BEGIN INPUT RECORDS

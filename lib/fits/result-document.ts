import type { ModelDocument } from "@/lib/tb/document";
import { setParameters } from "@/lib/tb/parameters";
import { previewDocumentFit } from "@/lib/tb/analysis/fit-document";
import { buildFitProblem, type StoredReference } from "./problem";
import type { FitOutcome } from "./record";
import type { FitSpec } from "./spec";

export interface FitReferenceInfo {
  name: string;
  provenance: Record<string, string | undefined>;
}

/** How the points were weighted, in words, for the document's provenance. */
export function describeFitWeights(spec: FitSpec): string {
  const parts = [`alignment ${spec.alignment}`, `band offset ${spec.bandOffset}`];
  parts.push(spec.bandWeights.length ? `band weights ${spec.bandWeights.map((w) => `${w.band}:${w.weight}`).join(", ")}` : "band weights all 1");
  if (spec.regionWeights.length) parts.push(`region weights ${spec.regionWeights.map((r) => `[${r.from}, ${r.to}] 1/Å:${r.weight}`).join(", ")}`);
  return parts.join("; ");
}

function formatUncertainty(value: number, se: number | undefined): string {
  if (se === undefined || !Number.isFinite(se)) return `${value.toPrecision(6)} eV (uncertainty not determined)`;
  return `${value.toPrecision(6)} ± ${se.toPrecision(2)} eV (1σ)`;
}

/**
 * The energy range (model scale, eV) the fit actually covered: the chosen window, or, with none, the span of the
 * aligned reference values that entered it — so the provenance always states a fit window.
 */
export function fittedEnergyRange(start: ModelDocument, parsed: StoredReference, spec: FitSpec, shift: number): [number, number] {
  if (spec.window) return spec.window;
  const problem = buildFitProblem(start, parsed, spec);
  const { pairs } = previewDocumentFit(start, problem.keys, problem.reference, problem.options);
  let lo = Infinity;
  let hi = -Infinity;
  for (const p of pairs) {
    const e = (problem.reference.energies[p.k][p.referenceBand] as number) + shift;
    lo = Math.min(lo, e);
    hi = Math.max(hi, e);
  }
  const round = (x: number, f: (v: number) => number) => f(x * 1000) / 1000;
  return [round(lo, Math.floor), round(hi, Math.ceil)];
}

/**
 * The document a fit produces: the fitted values, and provenance that says how they were obtained — the
 * reference's method and code, the fit window (see fittedEnergyRange) and weights, and a citation for every fitted
 * parameter naming the fit.
 */
export function fittedDocument(
  start: ModelDocument,
  outcome: FitOutcome,
  spec: FitSpec,
  reference: FitReferenceInfo,
  fitId: string,
  energyRange: [number, number],
): ModelDocument {
  const doc = setParameters(start, Object.fromEntries(outcome.names.map((k, i) => [k, outcome.values[i]])));
  const ref = reference.provenance;
  const citations = { ...doc.provenance.citations };
  outcome.names.forEach((key, i) => {
    citations[key] = `refit to reference bands "${reference.name}" (fit ${fitId.slice(0, 8)}): ${formatUncertainty(outcome.values[i], outcome.standardErrors?.[i])}`;
  });
  return {
    ...doc,
    provenance: {
      ...doc.provenance,
      fitWindow: energyRange,
      referenceMethod: ref.method ?? doc.provenance.referenceMethod,
      referenceCode: ref.code ?? doc.provenance.referenceCode,
      functional: ref.functional ?? doc.provenance.functional,
      structureSource: ref.structureSource ?? doc.provenance.structureSource,
      fitWeights: describeFitWeights(spec),
      citations,
    },
  };
}
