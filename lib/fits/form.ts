import type { FitSpecInput } from "./spec";

/** The refit form as typed (strings), and its conversion to fit settings with messages for what cannot be read. */
export interface FitParameterRow {
  key: string;
  label: string;
  value: number;
  free: boolean;
  lower: string;
  upper: string;
}

export interface FitFormState {
  referenceSetId: string;
  rows: FitParameterRow[];
  bandOffset: string;
  windowLower: string;
  windowUpper: string;
  alignment: "none" | "vbm" | "least-squares";
  bandWeights: { band: string; weight: string }[];
  regionWeights: { from: string; to: string; weight: string }[];
  maxIterations: string;
  restarts: string;
  seed: string;
}

export function initialFitForm(parameters: { key: string; label: string; value: number }[], referenceSetId: string): FitFormState {
  return {
    referenceSetId,
    rows: parameters.map((p) => ({ ...p, free: false, lower: "", upper: "" })),
    bandOffset: "0",
    windowLower: "",
    windowUpper: "",
    alignment: "none",
    bandWeights: [],
    regionWeights: [],
    maxIterations: "200",
    restarts: "0",
    seed: "1",
  };
}

const DECIMAL = /^[-+]?(\d+\.?\d*|\.\d+)([eE][-+]?\d+)?$/;

/** "" → null; a number; or a message. Accepts a Unicode minus and a decimal comma, as people paste them. */
function readNumber(text: string, what: string, errors: string[]): number | null {
  const t = text.trim().replace("−", "-").replace(",", ".");
  if (t === "") return null;
  const v = DECIMAL.test(t) ? Number(t) : NaN;
  if (!Number.isFinite(v)) {
    errors.push(`${what}: "${text}" is not a number`);
    return null;
  }
  return v;
}

function required(text: string, what: string, errors: string[]): number {
  const v = readNumber(text, what, errors);
  if (v === null && text.trim() === "") errors.push(`${what} is required`);
  return v ?? NaN;
}

/**
 * The server's field errors ("parameters.0.upper": […]) in the form's words, e.g. "upper bound of ε(A, s): …", so a
 * message says which field to change.
 */
export function describeFieldErrors(fieldErrors: Record<string, string[]>, spec: FitSpecInput, labels: Record<string, string>): string[] {
  const name = (path: string): string => {
    const [head, index, field] = path.split(".");
    const i = Number(index);
    if (head === "parameters" && Number.isInteger(i)) {
      const key = spec.parameters[i]?.key ?? "";
      const label = labels[key] ?? key;
      return field === "lower" || field === "upper" ? `${field} bound of ${label}` : label;
    }
    if (head === "bandWeights" && Number.isInteger(i)) return `band weight row ${i + 1}`;
    if (head === "regionWeights" && Number.isInteger(i)) return `region ${i + 1}`;
    const words: Record<string, string> = { window: "window", bandOffset: "band offset", maxIterations: "maximum iterations", restarts: "extra starts", seed: "seed", referenceSetId: "reference band set", parameters: "free parameters", alignment: "alignment" };
    return words[head] ?? path;
  };
  return Object.entries(fieldErrors).flatMap(([path, messages]) => messages.map((m) => `${name(path)}: ${m}`));
}

/** Checks that need the reference's shape (known once a reference set is chosen). */
export function checkAgainstReference(spec: FitSpecInput, bandCount: number): string[] {
  return (spec.bandWeights ?? []).flatMap((w, i) =>
    Number.isInteger(w.band) && (w.band < 0 || w.band >= bandCount) ? [`band weight row ${i + 1}: the reference has bands 0–${bandCount - 1} only`] : [],
  );
}

export function toFitSpec(state: FitFormState): { spec: FitSpecInput; errors: string[] } {
  const errors: string[] = [];
  const parameters = state.rows
    .filter((r) => r.free)
    .map((r) => ({ key: r.key, lower: readNumber(r.lower, `lower bound of ${r.label}`, errors), upper: readNumber(r.upper, `upper bound of ${r.label}`, errors) }));
  const lo = readNumber(state.windowLower, "window lower edge", errors);
  const hi = readNumber(state.windowUpper, "window upper edge", errors);
  if ((lo === null) !== (hi === null)) errors.push("give both window edges, or neither for every energy");
  const spec: FitSpecInput = {
    referenceSetId: state.referenceSetId,
    parameters,
    bandOffset: required(state.bandOffset, "band offset", errors),
    window: lo !== null && hi !== null ? [lo, hi] : null,
    alignment: state.alignment,
    bandWeights: state.bandWeights.map((w, i) => ({ band: required(w.band, `band of weight row ${i + 1}`, errors), weight: required(w.weight, `weight row ${i + 1}`, errors) })),
    regionWeights: state.regionWeights.map((w, i) => ({
      from: required(w.from, `start of region ${i + 1}`, errors),
      to: required(w.to, `end of region ${i + 1}`, errors),
      weight: required(w.weight, `weight of region ${i + 1}`, errors),
    })),
    maxIterations: required(state.maxIterations, "maximum iterations", errors),
    restarts: required(state.restarts, "extra starts", errors),
    seed: required(state.seed, "seed", errors),
  };
  if (parameters.length === 0) errors.push("choose at least one parameter to fit (tick “free”)");
  return { spec, errors };
}
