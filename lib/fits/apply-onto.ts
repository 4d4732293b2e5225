import { physicsHash } from "@/lib/tb/canonical";
import type { ModelDocument } from "@/lib/tb/document";
import { setParameters } from "@/lib/tb/parameters";
import type { FitOutcome } from "./record";

/**
 * Whether a fit that started from `base` may be saved on top of `latest` (a revision saved while it ran) without
 * undoing anything: true when, with the fitted values set in both, the two have the same physics — i.e. the later
 * revision changed only parameters this fit replaces (or nothing physical at all).
 */
export function fitStillApplies(base: ModelDocument, latest: ModelDocument, outcome: FitOutcome): boolean {
  const values = Object.fromEntries(outcome.names.map((k, i) => [k, outcome.values[i]]));
  try {
    return physicsHash(setParameters(base, values)) === physicsHash(setParameters(latest, values));
  } catch {
    return false; // a fitted parameter no longer exists in the latest revision
  }
}
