import { NextResponse, type NextRequest } from "next/server";
import { serverEnv } from "@/lib/env";
import { contentSecurityPolicy, transportSecurity } from "@/lib/security-headers";

/**
 * Runs before every request except build assets: refuses addresses holding a NUL byte (400, before any page or
 * route could pass it to PostgreSQL), and gives each response a content security policy with a fresh script nonce.
 */
export function proxy(request: NextRequest) {
  const nonce = Buffer.from(crypto.getRandomValues(new Uint8Array(18))).toString("base64");
  const policy = contentSecurityPolicy(nonce, { dev: process.env.NODE_ENV === "development" });
  if (/%00/.test(request.url)) {
    const refused = NextResponse.json({ error: { code: "invalid:address", message: "The address holds a NUL character (%00)." } }, { status: 400 });
    refused.headers.set("content-security-policy", policy);
    return refused;
  }
  // Next reads the nonce from the policy among the request headers and puts it on its own scripts; no page of
  // ours renders a script itself, so no separate nonce header is passed on.
  const requestHeaders = new Headers(request.headers);
  requestHeaders.set("content-security-policy", policy);
  const response = NextResponse.next({ request: { headers: requestHeaders } });
  response.headers.set("content-security-policy", policy);
  const hsts = transportSecurity(serverEnv().APP_URL);
  if (hsts) response.headers.set("strict-transport-security", hsts);
  return response;
}

export const config = {
  // Build assets (and the worker script, which must not inherit a nonce policy for its importScripts) are static.
  matcher: ["/((?!_next/static|_next/image).*)"],
};
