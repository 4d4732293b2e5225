import "server-only";
import type { FitRun } from "@/db/schema";
import { prepareRevision, type PreparedRevision } from "@/board/revision-intake";
import { runEngine } from "@/lib/engine-pool/engine";
import type { ModelDocument } from "@/lib/tb/document";
import type { FitContext } from "./context";
import type { FitOutcome } from "./record";

/**
 * The revision a fit's outcome becomes when saved on top of `onto` (its start revision, or a later one that keeps
 * what the fit held fixed): the document and its facts, computed on an engine thread before any row is locked.
 */
export async function prepareFitRevision(ctx: FitContext, run: Pick<FitRun, "id" | "spec">, onto: ModelDocument, outcome: FitOutcome): Promise<PreparedRevision> {
  const info = { name: ctx.reference.name, provenance: ctx.reference.provenance };
  const doc = await runEngine("fittedDocument", ctx.document, onto, ctx.parsedReference, run.spec, outcome, info, run.id);
  return prepareRevision(ctx.proposal, doc);
}
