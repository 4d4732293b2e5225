import "server-only";
import { and, eq, inArray, lt, sql } from "drizzle-orm";
import { db } from "@/db/client";
import { fitRuns, type FitRun } from "@/db/schema";
import type { CostPoint, FitInterruption, StoredCheckpoint } from "./record";
import { failFit } from "./worker-side";

/* One attempt at a fit run in a worker: claim, heartbeat with checkpoint, hand back on a graceful stop, count a crash.
   Only crashes count against the retry limit; a graceful stop hands the run back to resume from its checkpoint. */

/** Appends an interruption built from the checkpoint stored at the last heartbeat (the next attempt resumes there). */
const interruptedAtCheckpoint = (by: FitInterruption["by"]) =>
  sql`${fitRuns.interruptions} || jsonb_build_array(jsonb_build_object('at', now(), 'by', ${by}::text,
    'iteration', coalesce((${fitRuns.checkpoint}->>'iteration')::int, 0), 'cost', ${fitRuns.checkpoint}->'cost'))`;

/**
 * Marks a waiting run as running (one more attempt); null when there is nothing to do (finished or cancelled). A run
 * still marked running was held by an attempt that ended without handing it back or being noticed as stalled (its job
 * expired, or its worker failed unexpectedly): that counts as a crash, and a run past `crashLimit` crashes fails.
 */
export async function claimFit(fitId: string, crashLimit = Infinity): Promise<FitRun | null> {
  const orphaned = sql`${fitRuns.status} = 'running'`;
  const [run] = await db
    .update(fitRuns)
    .set({
      status: "running",
      attempts: sql`${fitRuns.attempts} + 1`,
      crashes: sql`${fitRuns.crashes} + (${orphaned})::int`,
      interruptions: sql`case when ${orphaned} then ${interruptedAtCheckpoint("crash")} else ${fitRuns.interruptions} end`,
      failureReason: sql`case when ${orphaned} then 'attempt ' || ${fitRuns.attempts} || ' ended without finishing or handing the run back' else ${fitRuns.failureReason} end`,
      startedAt: sql`coalesce(${fitRuns.startedAt}, now())`,
      progressAt: new Date(),
    })
    .where(and(eq(fitRuns.id, fitId), inArray(fitRuns.status, ["queued", "running"])))
    .returning();
  if (!run) return null;
  if (run.crashes > crashLimit) {
    await failFit(fitId, crashedTooOften(run.crashes, crashLimit, run.failureReason));
    return null;
  }
  if (run.cancelRequestedAt) {
    await db.update(fitRuns).set({ status: "cancelled", finishedAt: new Date() }).where(eq(fitRuns.id, fitId));
    return null;
  }
  return run;
}

export function crashedTooOften(crashes: number, limit: number, last: string | null): string {
  return `crashed ${crashes} time${crashes === 1 ? "" : "s"}, more than the ${limit} allowed; no retries left${last ? ` (last: ${last})` : ""}`;
}

export interface ProgressSnapshot {
  iteration: number;
  cost: number | null;
  elapsedMs: number;
  history: CostPoint[];
  checkpoint: StoredCheckpoint | null;
}

/** Only the attempt that claimed the run may write to it: a stalled attempt that wakes up finds it taken. */
const heldBy = (run: FitRun) => and(eq(fitRuns.id, run.id), eq(fitRuns.status, "running"), eq(fitRuns.attempts, run.attempts));

const progressColumns = (p: ProgressSnapshot) => ({
  iteration: p.iteration,
  cost: p.cost,
  elapsedMs: Math.round(p.elapsedMs),
  costHistory: p.history,
  checkpoint: p.checkpoint,
  progressAt: new Date(),
});

/** The heartbeat: progress and checkpoint so far; answers whether someone asked to cancel, or the run is no longer this attempt's. */
export async function writeProgress(run: FitRun, p: ProgressSnapshot): Promise<{ cancel: boolean; lost: boolean }> {
  const [row] = await db.update(fitRuns).set(progressColumns(p)).where(heldBy(run)).returning({ cancelRequestedAt: fitRuns.cancelRequestedAt });
  return { cancel: Boolean(row?.cancelRequestedAt), lost: !row };
}

/**
 * A graceful stop: the run goes back to waiting with its latest checkpoint, for any worker to resume. Not a crash, so
 * it does not count against the retry limit. False when the run was no longer this attempt's.
 */
export async function handBackFit(run: FitRun, p: ProgressSnapshot): Promise<boolean> {
  const entry: FitInterruption = { at: new Date().toISOString(), by: "stop", iteration: p.checkpoint?.iteration ?? 0, cost: p.checkpoint?.cost ?? null };
  const rows = await db
    .update(fitRuns)
    .set({ ...progressColumns(p), status: "queued", interruptions: sql`${fitRuns.interruptions} || ${JSON.stringify([entry])}::jsonb` })
    .where(heldBy(run))
    .returning({ id: fitRuns.id });
  return rows.length > 0;
}

/** A crashed attempt (its fit thread failed): one more crash, back to waiting to resume from the last heartbeat's checkpoint. */
export async function releaseAfterCrash(run: FitRun, reason: string): Promise<number | null> {
  const [row] = await db
    .update(fitRuns)
    .set({ status: "queued", crashes: sql`${fitRuns.crashes} + 1`, failureReason: reason, interruptions: interruptedAtCheckpoint("crash") })
    .where(heldBy(run))
    .returning({ crashes: fitRuns.crashes });
  return row?.crashes ?? null;
}

/**
 * Runs whose worker stopped writing its heartbeat (it died or lost the database) count a crash and go back to waiting;
 * the caller gives their pg-boss jobs back (or fails the runs that crashed too often).
 */
export async function takeStalledFits(staleAfterMs: number): Promise<{ id: string; crashes: number; failureReason: string | null }[]> {
  return db
    .update(fitRuns)
    .set({
      status: "queued",
      crashes: sql`${fitRuns.crashes} + 1`,
      interruptions: interruptedAtCheckpoint("crash"),
      failureReason: sql`'attempt ' || ${fitRuns.attempts} || ': the worker stopped responding (no progress since ' || to_char(${fitRuns.progressAt} at time zone 'UTC', 'HH24:MI:SS') || ' UTC)'`,
    })
    .where(and(eq(fitRuns.status, "running"), lt(fitRuns.progressAt, new Date(Date.now() - staleAfterMs))))
    .returning({ id: fitRuns.id, crashes: fitRuns.crashes, failureReason: fitRuns.failureReason });
}
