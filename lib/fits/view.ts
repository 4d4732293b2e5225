import type { FitRunRow } from "./queries";
import { compareReproduction, type Reproduction } from "./reproduce";
import { describeFitWeights } from "./result-document";
import { ACTIVE_FIT_STATUSES, FIT_STATUS_LABEL, type CostPoint, type FitInterruption, type FitStatus } from "./record";

/** A fit run as the pages and the API show it (JSON-safe). */
export interface FitRunView {
  id: string;
  status: FitStatus;
  statusLabel: string;
  active: boolean;
  startedById: string;
  startedBy: string;
  referenceName: string;
  baseRevision: number;
  resultRevision: number | null;
  rerunOf: string | null;
  parameters: string[];
  iteration: number;
  maxIterations: number;
  cost: number | null;
  history: CostPoint[];
  elapsedMs: number;
  attempts: number;
  /** Attempts that ended in a crash (only these count against the retry limit). */
  crashes: number;
  /** Each worker stop or crash during the run, and the iteration it resumed from. */
  interruptions: FitInterruption[];
  /** The interruptions in a sentence, null when the run went in one go. */
  resumed: string | null;
  /** Milliseconds since the worker last wrote progress (null before it started). */
  heartbeatAgeMs: number | null;
  cancelRequested: boolean;
  /** RMS at the start values over the same points (absent on records made before it was kept). */
  startRms: number | null;
  rms: number | null;
  maxAbs: number | null;
  reason: string | null;
  applyNote: string | null;
  failureReason: string | null;
  createdAt: string;
  finishedAt: string | null;
  engineVersion: string;
  /** Settings in a line: alignment, window, offset, weights, starts and seed, to tell runs apart. */
  settings: string;
  /** For a re-run whose original is known: whether it reproduced the original's values exactly. */
  reproduced: Reproduction | null;
}

function settingsLine(spec: FitRunRow["run"]["spec"]): string {
  const window = spec.window ? `window ${spec.window[0]} to ${spec.window[1]} eV` : "every energy";
  const starts = spec.restarts ? `${spec.restarts} extra start${spec.restarts === 1 ? "" : "s"}, seed ${spec.seed}` : `seed ${spec.seed}`;
  return `${describeFitWeights(spec)}; ${window}; ${starts}`;
}

/** "Resumed twice from its best point so far: after a crash at iteration 12, after a worker stop at iteration 20." */
export function describeResumes(interruptions: FitInterruption[]): string | null {
  if (interruptions.length === 0) return null;
  const times = interruptions.length === 1 ? "once" : interruptions.length === 2 ? "twice" : `${interruptions.length} times`;
  const each = interruptions.map(
    (i) => `after ${i.by === "stop" ? "a worker stop" : "a crash"} ${i.cost === null ? "before its first step (from the start)" : `at iteration ${i.iteration}`}`,
  );
  return `Resumed ${times} from its best point so far: ${each.join(", ")}.`;
}

export function fitRunView(row: FitRunRow, now = Date.now(), original?: FitRunRow["run"] | null): FitRunView {
  const { run } = row;
  return {
    id: run.id,
    status: run.status,
    statusLabel: FIT_STATUS_LABEL[run.status],
    active: ACTIVE_FIT_STATUSES.includes(run.status),
    startedById: run.startedBy,
    startedBy: row.startedByName,
    referenceName: row.referenceName,
    baseRevision: row.baseRevisionNumber,
    resultRevision: row.resultRevisionNumber,
    rerunOf: run.rerunOf,
    parameters: run.spec.parameters.map((p) => p.key),
    iteration: run.iteration,
    maxIterations: run.spec.maxIterations * (run.spec.restarts + 1),
    cost: run.cost,
    history: run.costHistory,
    elapsedMs: run.elapsedMs,
    attempts: run.attempts,
    crashes: run.crashes,
    interruptions: run.interruptions,
    resumed: describeResumes(run.interruptions),
    heartbeatAgeMs: run.progressAt ? Math.max(0, now - run.progressAt.getTime()) : null,
    cancelRequested: Boolean(run.cancelRequestedAt),
    startRms: run.outcome?.startRms ?? null,
    rms: run.outcome?.rms ?? null,
    maxAbs: run.outcome?.maxAbs ?? null,
    reason: run.outcome?.reason ?? null,
    applyNote: run.applyNote,
    failureReason: run.failureReason,
    createdAt: run.createdAt.toISOString(),
    finishedAt: run.finishedAt?.toISOString() ?? null,
    engineVersion: run.engineVersion,
    settings: settingsLine(run.spec),
    reproduced: original?.outcome && run.outcome ? compareReproduction(original.outcome, run.outcome, original.engineVersion === run.engineVersion) : null,
  };
}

END INPUT RECORDS

WHAT YOU SHOULD DO: If a line in the entries above contains "serverEnv", include it in the count, then report only the total.

SOLUTION BELOW: 2